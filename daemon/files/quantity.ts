// Numbers with units as people write them in range files and plans: `868 MHz`, `-10 dBm`, `20 deg/s`.
// A unit is always required, its case matters, and the decimal is shifted as text, so that 868.1 MHz is
// exactly 868100000 Hz. Knows nothing of files, lines or limits of single fields.

export type QuantityKind =
  | 'frequency'
  | 'power'
  | 'gain'
  | 'ratio'
  | 'length'
  | 'duration'
  | 'angle'
  | 'rate'
  | 'acceleration'
  | 'scale'
  | 'power density';

export type ParsedQuantity = { kind: 'value'; value: number } | { kind: 'refused'; advice?: string };

interface Unit {
  /** Spellings; the first is the one we advise. */
  symbols: readonly string[];
  /** The base unit times 10^power, times `factor` where the unit is no power of ten. */
  power: number;
  factor?: number;
}

interface Quantity {
  expectation: string;
  units: readonly Unit[];
  /** Advice for units that mean the same thing elsewhere but are not taken here. */
  strangers?: Readonly<Record<string, string>>;
}

function unit(power: number, ...symbols: string[]): Unit {
  return { symbols, power };
}

/** Values come out in Hz, dBm, dBi, dB, m, ms, degrees, degrees/s, degrees/s², controller units per degree and W/m². */
export const quantities: Readonly<Record<QuantityKind, Quantity>> = {
  frequency: {
    expectation: 'a frequency with unit such as 868 MHz',
    units: [unit(6, 'MHz'), unit(9, 'GHz'), unit(3, 'kHz'), unit(0, 'Hz')],
  },
  power: {
    expectation: 'a power with unit such as -10 dBm',
    units: [unit(0, 'dBm')],
    strangers: { mW: 'powers are written in dBm', W: 'powers are written in dBm', dB: 'write dBm' },
  },
  gain: {
    expectation: 'a gain with unit such as 2.15 dBi',
    units: [unit(0, 'dBi')],
    strangers: {
      dBd: 'gain over a half-wave dipole: add 2.15 dB and write dBi',
      dB: 'say over what: write dBi for gain over an isotropic antenna',
    },
  },
  ratio: {
    expectation: 'a level difference with unit such as 0.2 dB',
    units: [unit(0, 'dB')],
    strangers: { dBi: 'write dB', dBm: 'write dB' },
  },
  length: {
    expectation: 'a length with unit such as 6 m',
    units: [unit(0, 'm'), unit(-2, 'cm'), unit(-3, 'mm'), unit(3, 'km')],
  },
  duration: {
    expectation: 'a duration with unit such as 250 ms',
    units: [
      unit(0, 'ms'),
      unit(3, 's'),
      unit(-3, 'us', '\u00b5s', '\u03bcs'),
      { symbols: ['min'], power: 4, factor: 6 },
      { symbols: ['h'], power: 5, factor: 36 },
    ],
  },
  angle: {
    expectation: 'an angle with unit such as 1 deg',
    units: [unit(0, 'deg', '°')],
    strangers: { rad: 'angles are written in deg' },
  },
  rate: {
    expectation: 'a turning rate with unit such as 20 deg/s',
    units: [unit(0, 'deg/s', '°/s')],
    strangers: { rpm: 'one turn per minute is 6 deg/s' },
  },
  acceleration: {
    expectation: 'an angular acceleration with unit such as 40 deg/s2',
    units: [unit(0, 'deg/s2', 'deg/s²', 'deg/s^2', '°/s2', '°/s²', '°/s^2')],
  },
  scale: {
    expectation: 'controller units per degree such as 8.889 units/deg',
    units: [unit(0, 'units/deg', 'units/°')],
  },
  'power density': {
    expectation: 'a power density with unit such as 2 W/m2',
    units: [unit(0, 'W/m2', 'W/m²', 'W/m^2'), unit(1, 'mW/cm2', 'mW/cm²', 'mW/cm^2')],
    strangers: { 'V/m': 'give the power density of the plane wave: the square of the field over 377 ohm' },
  },
};

const numberThenRest = /^([+-]?)(\d+\.?\d*|\.\d+)(?:[eE]([+-]?\d{1,4}))?(?!\d)\s*(.*)$/s;

/** One written quantity to its base unit (see `quantities`), or refused, with advice where the slip is known. */
export function parseQuantity(text: string, kind: QuantityKind): ParsedQuantity {
  const match = numberThenRest.exec(text.trim());
  if (!match) return refused(adviceOnNumber(text.trim()));
  const [, sign = '', mantissa = '', exponent = '0', rest = ''] = match;
  const spoiled = adviceOnRest(rest);
  if (spoiled !== undefined) return refused(spoiled);
  const found = quantities[kind].units.find((candidate) => candidate.symbols.includes(rest));
  if (!found) return refused(adviceOnUnit(rest, kind));
  const value = Number(`${sign}${mantissa}e${Number(exponent) + found.power}`) * (found.factor ?? 1);
  if (!Number.isFinite(value)) return refused('the number is too large');
  // + 0 turns a written -0 into 0.
  return { kind: 'value', value: value + 0 };
}

/** The same grammar as a regular expression for the JSON Schema, so that editors underline slips early. */
export function quantityPattern(kind: QuantityKind): string {
  const symbols = quantities[kind].units.flatMap((one) => one.symbols);
  const escaped = symbols.map((symbol) => symbol.replace(/[\^.+*]/g, '\\$&'));
  return `^[+-]?(\\d+\\.?\\d*|\\.\\d+)([eE][+-]?\\d{1,4})?\\s*(${escaped.join('|')})$`;
}

function refused(advice: string | undefined): ParsedQuantity {
  return advice === undefined ? { kind: 'refused' } : { kind: 'refused', advice };
}

function adviceOnNumber(text: string): string | undefined {
  if (/^[+-]?\.?(nan|inf)/i.test(text)) return 'only finite numbers';
  if (/^[\u2010-\u2015\u2212]/.test(text)) return 'write the minus sign as a plain -';
  return undefined;
}

function adviceOnRest(rest: string): string | undefined {
  if (/^,\d/.test(rest)) return 'write the decimals after a point, not a comma';
  if (/^[\d_'\u00a0\u202f]/.test(rest)) return 'write the number without separators between its digits';
  return undefined;
}

function adviceOnUnit(written: string, kind: QuantityKind): string | undefined {
  const { units, strangers = {} } = quantities[kind];
  if (Object.hasOwn(strangers, written)) return strangers[written];
  const sameLetters = units
    .flatMap((candidate) => candidate.symbols)
    .find((symbol) => symbol.toLowerCase() === written.toLowerCase());
  if (sameLetters === undefined) return undefined;
  if (written === 'mHz') return 'mHz is a thousandth of a hertz; write MHz';
  return `upper and lower case matter in units; write ${sameLetters}`;
}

--*--

Activity: For this exercise, give the entries above again with no difference at all.

Output below:
filename daemon/files/quantity.ts
// Numbers with units as people write them in range files and plans: `868 MHz`, `-10 dBm`, `20 deg/s`.
// A unit is always required, its case matters, and the decimal is shifted as text, so that 868.1 MHz is
// exactly 868100000 Hz. Knows nothing of files, lines or limits of single fields.

export type QuantityKind =
  | 'frequency'
  | 'power'
  | 'gain'
  | 'ratio'
  | 'length'
  | 'duration'
  | 'angle'
  | 'rate'
  | 'acceleration'
  | 'scale'
  | 'power density';

export type ParsedQuantity = { kind: 'value'; value: number } | { kind: 'refused'; advice?: string };

interface Unit {
  /** Spellings; the first is the one we advise. */
  symbols: readonly string[];
  /** The base unit times 10^power, times `factor` where the unit is no power of ten. */
  power: number;
  factor?: number;
}

interface Quantity {
  expectation: string;
  units: readonly Unit[];
  /** Advice for units that mean the same thing elsewhere but are not taken here. */
  strangers?: Readonly<Record<string, string>>;
}

function unit(power: number, ...symbols: string[]): Unit {
  return { symbols, power };
}

/** Values come out in Hz, dBm, dBi, dB, m, ms, degrees, degrees/s, degrees/s², controller units per degree and W/m². */
export const quantities: Readonly<Record<QuantityKind, Quantity>> = {
  frequency: {
    expectation: 'a frequency with unit such as 868 MHz',
    units: [unit(6, 'MHz'), unit(9, 'GHz'), unit(3, 'kHz'), unit(0, 'Hz')],
  },
  power: {
    expectation: 'a power with unit such as -10 dBm',
    units: [unit(0, 'dBm')],
    strangers: { mW: 'powers are written in dBm', W: 'powers are written in dBm', dB: 'write dBm' },
  },
  gain: {
    expectation: 'a gain with unit such as 2.15 dBi',
    units: [unit(0, 'dBi')],
    strangers: {
      dBd: 'gain over a half-wave dipole: add 2.15 dB and write dBi',
      dB: 'say over what: write dBi for gain over an isotropic antenna',
    },
  },
  ratio: {
    expectation: 'a level difference with unit such as 0.2 dB',
    units: [unit(0, 'dB')],
    strangers: { dBi: 'write dB', dBm: 'write dB' },
  },
  length: {
    expectation: 'a length with unit such as 6 m',
    units: [unit(0, 'm'), unit(-2, 'cm'), unit(-3, 'mm'), unit(3, 'km')],
  },
  duration: {
    expectation: 'a duration with unit such as 250 ms',
    units: [
      unit(0, 'ms'),
      unit(3, 's'),
      unit(-3, 'us', '\u00b5s', '\u03bcs'),
      { symbols: ['min'], power: 4, factor: 6 },
      { symbols: ['h'], power: 5, factor: 36 },
    ],
  },
  angle: {
    expectation: 'an angle with unit such as 1 deg',
    units: [unit(0, 'deg', '°')],
    strangers: { rad: 'angles are written in deg' },
  },
  rate: {
    expectation: 'a turning rate with unit such as 20 deg/s',
    units: [unit(0, 'deg/s', '°/s')],
    strangers: { rpm: 'one turn per minute is 6 deg/s' },
  },
  acceleration: {
    expectation: 'an angular acceleration with unit such as 40 deg/s2',
    units: [unit(0, 'deg/s2', 'deg/s²', 'deg/s^2', '°/s2', '°/s²', '°/s^2')],
  },
  scale: {
    expectation: 'controller units per degree such as 8.889 units/deg',
    units: [unit(0, 'units/deg', 'units/°')],
  },
  'power density': {
    expectation: 'a power density with unit such as 2 W/m2',
    units: [unit(0, 'W/m2', 'W/m²', 'W/m^2'), unit(1, 'mW/cm2', 'mW/cm²', 'mW/cm^2')],
    strangers: { 'V/m': 'give the power density of the plane wave: the square of the field over 377 ohm' },
  },
};

const numberThenRest = /^([+-]?)(\d+\.?\d*|\.\d+)(?:[eE]([+-]?\d{1,4}))?(?!\d)\s*(.*)$/s;

/** One written quantity to its base unit (see `quantities`), or refused, with advice where the slip is known. */
export function parseQuantity(text: string, kind: QuantityKind): ParsedQuantity {
  const match = numberThenRest.exec(text.trim());
  if (!match) return refused(adviceOnNumber(text.trim()));
  const [, sign = '', mantissa = '', exponent = '0', rest = ''] = match;
  const spoiled = adviceOnRest(rest);
  if (spoiled !== undefined) return refused(spoiled);
  const found = quantities[kind].units.find((candidate) => candidate.symbols.includes(rest));
  if (!found) return refused(adviceOnUnit(rest, kind));
  const value = Number(`${sign}${mantissa}e${Number(exponent) + found.power}`) * (found.factor ?? 1);
  if (!Number.isFinite(value)) return refused('the number is too large');
  // + 0 turns a written -0 into 0.
  return { kind: 'value', value: value + 0 };
}

/** The same grammar as a regular expression for the JSON Schema, so that editors underline slips early. */
export function quantityPattern(kind: QuantityKind): string {
  const symbols = quantities[kind].units.flatMap((one) => one.symbols);
  const escaped = symbols.map((symbol) => symbol.replace(/[\^.+*]/g, '\\$&'));
  return `^[+-]?(\\d+\\.?\\d*|\\.\\d+)([eE][+-]?\\d{1,4})?\\s*(${escaped.join('|')})$`;
}

function refused(advice: string | undefined): ParsedQuantity {
  return advice === undefined ? { kind: 'refused' } : { kind: 'refused', advice };
}

function adviceOnNumber(text: string): string | undefined {
  if (/^[+-]?\.?(nan|inf)/i.test(text)) return 'only finite numbers';
  if (/^[\u2010-\u2015\u2212]/.test(text)) return 'write the minus sign as a plain -';
  return undefined;
}

function adviceOnRest(rest: string): string | undefined {
  if (/^,\d/.test(rest)) return 'write the decimals after a point, not a comma';
  if (/^[\d_'\u00a0\u202f]/.test(rest)) return 'write the number without separators between its digits';
  return undefined;
}

function adviceOnUnit(written: string, kind: QuantityKind): string | undefined {
  const { units, strangers = {} } = quantities[kind];
  if (Object.hasOwn(strangers, written)) return strangers[written];
  const sameLetters = units
    .flatMap((candidate) => candidate.symbols)
    .find((symbol) => symbol.toLowerCase() === written.toLowerCase());
  if (sameLetters === undefined) return undefined;
  if (written === 'mHz') return 'mHz is a thousandth of a hertz; write MHz';
  return `upper and lower case matter in units; write ${sameLetters}`;
}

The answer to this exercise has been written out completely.